Под Смоленском меня ранило в плечо, отправили в тыл, и четыре месяца я пролежал в казанском госпитале. Мама приезжала ко мне из Куйбышева. В те дни с фронта поступали нерадостные вести, да и палата наша была «тяжелой», и мама старалась говорить только о чем-нибудь светлом и веселом. Я тоже не хотел огорчать ее, терпел боль и отказался в-ее присутствии от положенного мне укола морфия.

«А помнишь, как они росли, Добер и Жучка? — спрашивала мама. — Как грызли все что ни попадя?» — «Да-да, — отвечал я, — конечно, помню». Мы тогда обмазали ножки стула и стульев горчицей, но Добер, брезгливо морщась и повизгивая, слизывал горчицу, чтобы Жучка могла затем вонзить в дерево свои мелкие острые зубы.

«Помнишь, мне пришлось спрятать на чердак ковер, который они растерзали? А папе я сказала, что отдала в чистку…» И это я, конечно, помнил. Отец очень любил этот старый персидский ковер и часто любовался его сложным и, как мне казалось, загадочным узором. Но что было энергичным, набирающим силу щенкам до замысловатой восточной вязи многоцветного рисунка и привязанностей хозяина? Они росли и познавали мир своим, особым путем — «на зуб»…

Тут боль немного отступила, и я рассмеялся. Теперь-то можно было открыть маме один секрет: портфель, подаренный отцу сослуживцами, он на самом деле не оставил по рассеянности в трамвае. Просто Добер отжевал углы, Жучка чуть не подавилась замком, и отец попросил меня выбросить никуда не годный портфель на свалку.

«А помнишь, — продолжала мама, — как за Жучкой ухаживал шпиц Аграфены Николавны и Добер жутко ревновал?» — «И как страдал!» — подхватил я.

Да, Добер был благороднейшим псом. Простушка Жучка охотно принимала ухаживания шпица, принадлежащего нашей соседке — тете Груше, а Добер из-за этого несколько дней не пил и не ел. Он бы мог запросто отучить хилого шпица от ухаживаний, но, наверное, не хотел этого делать, ждал, когда опомнится сама Жучка. Но Жучка, что называется, увлеклась шпицем. Нельзя было без улыбки смотреть, как они играли. Широко расставив лапы, Жучка поддавала его носом, шпиц отлетал на несколько шагов и, восторженно лая, возвращался, чтобы продолжать забаву. А Добер в это время сидел в стороне и старательно отворачивал морду, дабы не видеть этих развлечений.
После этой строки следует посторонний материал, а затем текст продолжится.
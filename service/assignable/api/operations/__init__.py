"""The operations, by group: which routes there are, and the module that binds them when they are needed."""

from __future__ import annotations

from collections.abc import Iterable
from dataclasses import dataclass
from functools import partial
from importlib import import_module

from ...spc.charts import MODULES
from ...spc.charts.registry import stem_of
from ..contract import Contract, Route


@dataclass(frozen=True, slots=True)
class Group:
    """Operations that one module binds."""

    module: str
    routes: tuple[Route, ...]


def _of_charts(names: Iterable[str]) -> tuple[Route, ...]:
    return tuple(
        route
        for name in names
        for route in (
            ("POST", f"/v1/charts/{name}/limits", f"fit{stem_of(name)}Limits"),
            ("POST", f"/v1/charts/{name}/signals", f"judge{stem_of(name)}"),
        )
    )


def _pictures_of_charts(names: Iterable[str]) -> tuple[Route, ...]:
    return tuple(
        ("POST", f"/v1/charts/{name}/{verb}/picture", f"draw{stem_of(name)}{verb.capitalize()}")
        for name in names
        for verb in ("limits", "signals")
    )


GROUPS = (
    Group("charts", _of_charts(name for names in MODULES.values() for name in names)),
    Group("recommendation", (("POST", "/v1/charts/recommendation", "recommendChart"),)),
    Group(
        "capability",
        (
            ("POST", "/v1/capability/measurements", "assessMeasurements"),
            ("POST", "/v1/capability/attributes", "assessAttributes"),
            ("POST", "/v1/capability/several", "assessSeveral"),
            ("POST", "/v1/capability/conformance", "assessConformance"),
        ),
    ),
    Group("tolerance", (("POST", "/v1/tolerance-intervals", "computeToleranceInterval"),)),
    Group("release", (("POST", "/v1/release-checks", "checkRelease"),)),
    Group("run_length", (("POST", "/v1/designs/run-length", "computeRunLength"),)),
    Group(
        "designs",
        (
            ("POST", "/v1/designs/subgroups", "designSubgroups"),
            ("POST", "/v1/designs/ewma", "designEwma"),
            ("POST", "/v1/designs/cusum", "designCusum"),
            ("POST", "/v1/designs/attributes", "designAttributes"),
            ("POST", "/v1/designs/baseline", "designBaseline"),
            ("POST", "/v1/designs/economic", "designEconomic"),
            ("POST", "/v1/designs/comparison", "compareDesigns"),
        ),
    ),
    Group(
        "studies",
        (
            ("POST", "/v1/measurement-studies/crossed", "analyseCrossedStudy"),
            ("POST", "/v1/measurement-studies/nested", "analyseNestedStudy"),
            ("POST", "/v1/measurement-studies/attributes", "analyseAgreementStudy"),
            ("POST", "/v1/measurement-studies/bias", "analyseBiasStudy"),
        ),
    ),
    Group(
        "pictures",
        (
            *_pictures_of_charts(name for names in MODULES.values() for name in names),
            ("POST", "/v1/capability/measurements/picture", "drawMeasurements"),
            ("POST", "/v1/designs/subgroups/picture", "drawSubgroupDesign"),
            ("POST", "/v1/designs/run-length/picture", "drawRunLength"),
        ),
    ),
    Group(
        "bulk",
        (("POST", "/v1/bulk", "answerLines"), ("POST", "/v1/bulk/signals", "judgeLines")),
    ),
    Group(
        "reference",
        (
            ("GET", "/v1/charts", "listCharts"),
            ("GET", "/v1/factors", "getFactors"),
            ("GET", "/v1/rules", "getRules"),
            ("GET", "/v1/methods", "getMethods"),
        ),
    ),
    Group("verification", (("GET", "/v1/verification", "getVerification"),)),
    Group("sealing", (("GET", "/.well-known/jwks.json", "getSealingKeys"),)),
    Group(
        "health",
        (("GET", "/health/live", "getLiveness"), ("GET", "/health/ready", "getReadiness")),
    ),
)
"""Every group, in the order in which the contract lists them."""


def announce(contract: Contract) -> None:
    """Takes up the routes of every group."""
    for group in GROUPS:
        contract.announce(group.routes, partial(_bind, group.module))


def _bind(module: str, contract: Contract) -> None:
    import_module(f"{__name__}.{module}").register(contract)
Однажды он все-таки не выдержал и рявкнул. Шпиц, забывшись, ответил пренебрежительным тявканьем, и тогда Добер, подскочив к нему, куснул за бок. Шпиц, конечно, бежал. А в настоящую собачью драку — с безудержной ненавистью, с пастью в кровавой пене и с многочисленными покусами — Добер вступил один лишь раз: когда во время сердечного приступа отец упал на улице и его забрала «скорая помощь». Добер не помчался за машиной, он остался охранять лежавшую на тротуаре авоську с продуктами и защитил ее от бродячих псов.